*What you are asked to do*: Show every line below where "circle" appears.

======== Listed records

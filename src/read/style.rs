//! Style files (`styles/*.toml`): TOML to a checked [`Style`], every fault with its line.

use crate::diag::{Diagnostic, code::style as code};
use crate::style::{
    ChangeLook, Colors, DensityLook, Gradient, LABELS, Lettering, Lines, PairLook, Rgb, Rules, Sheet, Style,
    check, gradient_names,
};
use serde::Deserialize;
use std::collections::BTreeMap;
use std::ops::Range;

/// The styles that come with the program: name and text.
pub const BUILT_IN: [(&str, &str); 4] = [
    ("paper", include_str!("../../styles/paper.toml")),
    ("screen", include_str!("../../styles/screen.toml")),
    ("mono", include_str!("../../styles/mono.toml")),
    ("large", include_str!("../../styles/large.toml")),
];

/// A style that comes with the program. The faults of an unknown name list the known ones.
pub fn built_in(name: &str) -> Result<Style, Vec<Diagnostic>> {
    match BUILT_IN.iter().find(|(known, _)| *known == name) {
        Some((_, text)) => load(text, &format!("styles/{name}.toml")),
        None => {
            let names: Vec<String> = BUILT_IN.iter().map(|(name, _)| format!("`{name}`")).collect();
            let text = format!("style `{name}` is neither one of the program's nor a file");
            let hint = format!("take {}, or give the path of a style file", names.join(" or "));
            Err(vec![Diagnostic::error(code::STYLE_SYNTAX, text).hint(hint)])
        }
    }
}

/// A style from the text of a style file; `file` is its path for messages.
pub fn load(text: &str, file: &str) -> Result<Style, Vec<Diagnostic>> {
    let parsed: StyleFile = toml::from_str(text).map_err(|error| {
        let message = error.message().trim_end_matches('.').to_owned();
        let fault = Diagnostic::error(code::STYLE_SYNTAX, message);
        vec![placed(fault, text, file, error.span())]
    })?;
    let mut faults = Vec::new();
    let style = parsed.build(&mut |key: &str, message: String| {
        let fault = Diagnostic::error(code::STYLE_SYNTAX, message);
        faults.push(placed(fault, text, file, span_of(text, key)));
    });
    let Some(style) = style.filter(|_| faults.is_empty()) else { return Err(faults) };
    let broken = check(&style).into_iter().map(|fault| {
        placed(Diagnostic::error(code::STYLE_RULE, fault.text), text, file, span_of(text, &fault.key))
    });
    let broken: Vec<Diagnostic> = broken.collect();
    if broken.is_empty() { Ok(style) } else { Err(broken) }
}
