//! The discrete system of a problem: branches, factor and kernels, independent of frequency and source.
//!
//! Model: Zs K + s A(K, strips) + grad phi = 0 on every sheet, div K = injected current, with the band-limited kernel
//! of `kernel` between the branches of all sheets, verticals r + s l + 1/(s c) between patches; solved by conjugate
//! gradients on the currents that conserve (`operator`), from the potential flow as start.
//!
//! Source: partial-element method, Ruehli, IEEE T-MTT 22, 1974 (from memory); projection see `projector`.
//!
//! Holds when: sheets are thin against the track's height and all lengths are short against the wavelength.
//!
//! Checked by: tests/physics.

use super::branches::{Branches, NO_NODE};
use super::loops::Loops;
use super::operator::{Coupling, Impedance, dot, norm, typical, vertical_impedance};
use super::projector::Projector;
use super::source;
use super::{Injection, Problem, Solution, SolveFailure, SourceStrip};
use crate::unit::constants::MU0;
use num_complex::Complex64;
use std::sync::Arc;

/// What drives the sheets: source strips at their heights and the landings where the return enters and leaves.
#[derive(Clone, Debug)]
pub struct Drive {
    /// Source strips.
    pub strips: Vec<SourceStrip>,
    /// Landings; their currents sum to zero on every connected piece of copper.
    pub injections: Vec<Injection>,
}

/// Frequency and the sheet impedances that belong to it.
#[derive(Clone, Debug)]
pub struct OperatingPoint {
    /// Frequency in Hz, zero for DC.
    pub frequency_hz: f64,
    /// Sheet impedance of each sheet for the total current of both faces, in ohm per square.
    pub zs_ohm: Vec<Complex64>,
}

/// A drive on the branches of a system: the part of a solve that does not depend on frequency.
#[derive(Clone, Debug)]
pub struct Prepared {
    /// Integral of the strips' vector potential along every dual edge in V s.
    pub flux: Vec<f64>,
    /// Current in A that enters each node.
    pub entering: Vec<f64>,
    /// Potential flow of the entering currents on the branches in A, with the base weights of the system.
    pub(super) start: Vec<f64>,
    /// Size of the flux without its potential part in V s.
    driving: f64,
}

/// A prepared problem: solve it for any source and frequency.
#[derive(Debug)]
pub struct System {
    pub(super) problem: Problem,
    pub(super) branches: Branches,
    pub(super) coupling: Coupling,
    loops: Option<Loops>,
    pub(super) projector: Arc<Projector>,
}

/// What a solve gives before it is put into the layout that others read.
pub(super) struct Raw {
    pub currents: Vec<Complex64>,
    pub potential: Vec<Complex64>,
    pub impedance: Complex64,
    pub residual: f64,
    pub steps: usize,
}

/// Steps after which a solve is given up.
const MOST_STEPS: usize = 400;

================
======== Listed records

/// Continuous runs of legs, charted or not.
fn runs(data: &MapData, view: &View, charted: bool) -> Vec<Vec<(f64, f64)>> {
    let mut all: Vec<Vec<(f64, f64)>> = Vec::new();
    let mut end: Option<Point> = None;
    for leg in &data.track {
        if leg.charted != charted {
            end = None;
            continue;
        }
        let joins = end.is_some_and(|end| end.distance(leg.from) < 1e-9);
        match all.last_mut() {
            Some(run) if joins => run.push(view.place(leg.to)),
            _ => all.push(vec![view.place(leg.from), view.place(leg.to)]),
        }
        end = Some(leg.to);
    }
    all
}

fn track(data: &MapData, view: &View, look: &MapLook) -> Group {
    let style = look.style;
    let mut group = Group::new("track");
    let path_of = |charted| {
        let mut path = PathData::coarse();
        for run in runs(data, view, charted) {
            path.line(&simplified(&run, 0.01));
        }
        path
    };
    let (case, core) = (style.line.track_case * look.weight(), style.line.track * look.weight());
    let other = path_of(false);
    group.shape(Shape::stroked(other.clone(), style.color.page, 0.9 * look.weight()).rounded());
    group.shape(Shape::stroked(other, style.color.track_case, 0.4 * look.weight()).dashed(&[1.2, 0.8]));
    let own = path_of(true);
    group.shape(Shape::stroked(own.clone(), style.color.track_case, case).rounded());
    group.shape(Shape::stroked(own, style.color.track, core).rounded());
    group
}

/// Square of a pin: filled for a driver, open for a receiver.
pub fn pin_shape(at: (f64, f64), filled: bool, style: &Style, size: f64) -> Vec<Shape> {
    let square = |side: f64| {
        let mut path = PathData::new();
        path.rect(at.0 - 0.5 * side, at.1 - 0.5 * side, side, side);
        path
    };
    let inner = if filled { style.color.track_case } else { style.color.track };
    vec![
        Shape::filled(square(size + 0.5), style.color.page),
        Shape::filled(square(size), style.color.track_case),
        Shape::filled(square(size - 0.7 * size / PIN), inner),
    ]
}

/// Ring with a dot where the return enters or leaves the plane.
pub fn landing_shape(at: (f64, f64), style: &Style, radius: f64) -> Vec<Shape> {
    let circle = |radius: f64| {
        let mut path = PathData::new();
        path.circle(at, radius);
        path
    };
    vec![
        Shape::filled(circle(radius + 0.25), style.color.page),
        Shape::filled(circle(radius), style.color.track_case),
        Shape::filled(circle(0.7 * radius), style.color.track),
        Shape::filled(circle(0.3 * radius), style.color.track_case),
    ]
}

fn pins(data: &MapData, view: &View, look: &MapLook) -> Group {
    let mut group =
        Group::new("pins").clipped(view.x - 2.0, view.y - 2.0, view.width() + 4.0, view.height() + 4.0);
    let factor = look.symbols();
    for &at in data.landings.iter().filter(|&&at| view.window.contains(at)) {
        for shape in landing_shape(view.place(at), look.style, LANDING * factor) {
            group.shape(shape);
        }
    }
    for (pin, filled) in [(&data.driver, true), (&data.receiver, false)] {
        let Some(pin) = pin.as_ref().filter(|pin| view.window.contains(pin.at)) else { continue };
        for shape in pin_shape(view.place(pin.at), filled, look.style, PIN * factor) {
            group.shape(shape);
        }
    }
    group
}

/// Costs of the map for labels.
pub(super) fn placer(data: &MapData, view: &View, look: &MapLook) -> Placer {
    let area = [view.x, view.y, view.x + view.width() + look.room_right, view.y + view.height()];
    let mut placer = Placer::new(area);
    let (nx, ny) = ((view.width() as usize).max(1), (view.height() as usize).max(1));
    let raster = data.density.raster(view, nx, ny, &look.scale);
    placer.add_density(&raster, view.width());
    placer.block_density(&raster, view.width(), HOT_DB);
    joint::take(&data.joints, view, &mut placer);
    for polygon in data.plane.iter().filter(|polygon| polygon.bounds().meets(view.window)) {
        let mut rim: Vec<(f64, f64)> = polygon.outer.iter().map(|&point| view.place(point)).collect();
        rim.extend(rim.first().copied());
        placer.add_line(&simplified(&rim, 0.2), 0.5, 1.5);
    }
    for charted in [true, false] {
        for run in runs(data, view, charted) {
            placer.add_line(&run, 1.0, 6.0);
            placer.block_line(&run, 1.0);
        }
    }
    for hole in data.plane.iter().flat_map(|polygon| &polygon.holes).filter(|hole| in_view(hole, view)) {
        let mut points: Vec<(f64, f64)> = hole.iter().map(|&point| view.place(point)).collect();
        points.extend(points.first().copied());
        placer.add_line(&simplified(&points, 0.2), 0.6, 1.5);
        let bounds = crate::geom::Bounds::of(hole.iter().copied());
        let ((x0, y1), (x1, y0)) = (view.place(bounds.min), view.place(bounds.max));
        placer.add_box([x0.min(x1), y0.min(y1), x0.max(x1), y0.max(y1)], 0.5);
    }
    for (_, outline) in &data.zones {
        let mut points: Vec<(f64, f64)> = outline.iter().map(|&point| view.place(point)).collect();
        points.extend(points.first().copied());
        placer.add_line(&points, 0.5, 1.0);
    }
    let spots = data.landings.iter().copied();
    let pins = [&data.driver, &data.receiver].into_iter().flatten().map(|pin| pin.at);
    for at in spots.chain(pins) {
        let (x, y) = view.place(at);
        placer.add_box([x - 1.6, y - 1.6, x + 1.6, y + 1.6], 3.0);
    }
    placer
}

================
======== Listed records

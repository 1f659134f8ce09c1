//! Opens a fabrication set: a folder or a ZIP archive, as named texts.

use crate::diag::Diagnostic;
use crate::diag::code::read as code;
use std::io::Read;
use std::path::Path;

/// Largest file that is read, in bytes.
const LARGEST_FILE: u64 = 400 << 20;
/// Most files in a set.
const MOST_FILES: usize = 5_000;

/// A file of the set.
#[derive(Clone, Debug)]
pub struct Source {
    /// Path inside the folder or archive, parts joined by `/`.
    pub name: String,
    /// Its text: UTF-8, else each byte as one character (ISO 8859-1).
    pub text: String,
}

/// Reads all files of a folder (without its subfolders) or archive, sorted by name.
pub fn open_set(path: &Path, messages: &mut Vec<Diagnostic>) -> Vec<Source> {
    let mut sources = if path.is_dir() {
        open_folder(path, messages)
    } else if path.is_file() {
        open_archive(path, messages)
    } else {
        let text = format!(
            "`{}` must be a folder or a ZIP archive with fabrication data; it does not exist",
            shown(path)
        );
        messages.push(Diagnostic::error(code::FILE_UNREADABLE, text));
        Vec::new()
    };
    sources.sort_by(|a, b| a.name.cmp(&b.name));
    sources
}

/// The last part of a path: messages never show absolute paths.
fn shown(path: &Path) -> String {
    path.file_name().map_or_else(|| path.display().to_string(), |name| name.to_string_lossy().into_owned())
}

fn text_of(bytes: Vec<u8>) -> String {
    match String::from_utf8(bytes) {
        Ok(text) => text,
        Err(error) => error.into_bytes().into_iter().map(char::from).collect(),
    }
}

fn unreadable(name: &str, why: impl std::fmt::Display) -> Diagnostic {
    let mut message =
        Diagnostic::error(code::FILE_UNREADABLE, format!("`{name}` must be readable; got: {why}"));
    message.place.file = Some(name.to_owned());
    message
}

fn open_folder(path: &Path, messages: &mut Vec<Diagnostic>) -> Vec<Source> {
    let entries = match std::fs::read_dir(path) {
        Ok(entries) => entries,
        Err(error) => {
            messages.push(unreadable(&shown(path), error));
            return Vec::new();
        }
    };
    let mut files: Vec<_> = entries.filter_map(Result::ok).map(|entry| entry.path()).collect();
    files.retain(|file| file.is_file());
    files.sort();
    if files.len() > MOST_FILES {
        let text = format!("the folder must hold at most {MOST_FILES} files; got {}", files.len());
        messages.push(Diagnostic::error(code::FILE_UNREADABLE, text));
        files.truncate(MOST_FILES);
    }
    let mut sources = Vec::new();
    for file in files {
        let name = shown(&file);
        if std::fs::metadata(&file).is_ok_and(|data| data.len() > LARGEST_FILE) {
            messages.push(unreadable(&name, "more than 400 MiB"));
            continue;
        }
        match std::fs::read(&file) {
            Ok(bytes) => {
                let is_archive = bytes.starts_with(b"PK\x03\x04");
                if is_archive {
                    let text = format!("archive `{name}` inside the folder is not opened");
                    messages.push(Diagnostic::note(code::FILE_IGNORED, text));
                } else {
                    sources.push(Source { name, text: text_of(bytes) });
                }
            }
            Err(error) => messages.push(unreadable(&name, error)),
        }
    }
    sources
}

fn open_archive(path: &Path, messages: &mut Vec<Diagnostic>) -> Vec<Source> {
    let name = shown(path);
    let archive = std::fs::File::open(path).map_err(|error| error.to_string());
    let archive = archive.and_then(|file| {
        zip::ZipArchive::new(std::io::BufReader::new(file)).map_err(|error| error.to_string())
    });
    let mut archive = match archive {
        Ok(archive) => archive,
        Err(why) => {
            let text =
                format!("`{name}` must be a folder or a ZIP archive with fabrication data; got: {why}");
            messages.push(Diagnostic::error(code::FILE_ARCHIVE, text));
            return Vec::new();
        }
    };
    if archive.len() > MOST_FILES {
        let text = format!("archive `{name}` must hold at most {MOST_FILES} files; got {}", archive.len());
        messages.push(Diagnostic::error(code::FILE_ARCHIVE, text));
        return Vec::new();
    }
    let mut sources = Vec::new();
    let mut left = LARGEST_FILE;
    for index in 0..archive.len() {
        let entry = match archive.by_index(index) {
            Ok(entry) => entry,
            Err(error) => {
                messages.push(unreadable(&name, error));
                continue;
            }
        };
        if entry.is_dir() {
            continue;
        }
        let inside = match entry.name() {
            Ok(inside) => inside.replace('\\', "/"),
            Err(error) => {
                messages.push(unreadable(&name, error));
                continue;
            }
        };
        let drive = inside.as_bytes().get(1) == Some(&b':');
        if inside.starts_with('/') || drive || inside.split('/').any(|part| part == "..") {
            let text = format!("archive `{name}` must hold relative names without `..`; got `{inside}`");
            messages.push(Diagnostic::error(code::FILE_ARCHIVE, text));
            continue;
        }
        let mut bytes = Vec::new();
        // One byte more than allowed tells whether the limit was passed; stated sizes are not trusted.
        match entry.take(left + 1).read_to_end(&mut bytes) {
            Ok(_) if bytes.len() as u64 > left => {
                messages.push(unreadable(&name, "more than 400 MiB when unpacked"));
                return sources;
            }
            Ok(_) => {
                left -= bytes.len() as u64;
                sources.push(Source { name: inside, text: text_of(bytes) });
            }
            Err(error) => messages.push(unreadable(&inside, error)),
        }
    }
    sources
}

================

*Task result*:
    let circle = |radius: f64| {
        path.circle(at, radius);
        Shape::filled(circle(radius + 0.25), style.color.page),
        Shape::filled(circle(radius), style.color.track_case),
        Shape::filled(circle(0.7 * radius), style.color.track),
        Shape::filled(circle(0.3 * radius), style.color.track_case),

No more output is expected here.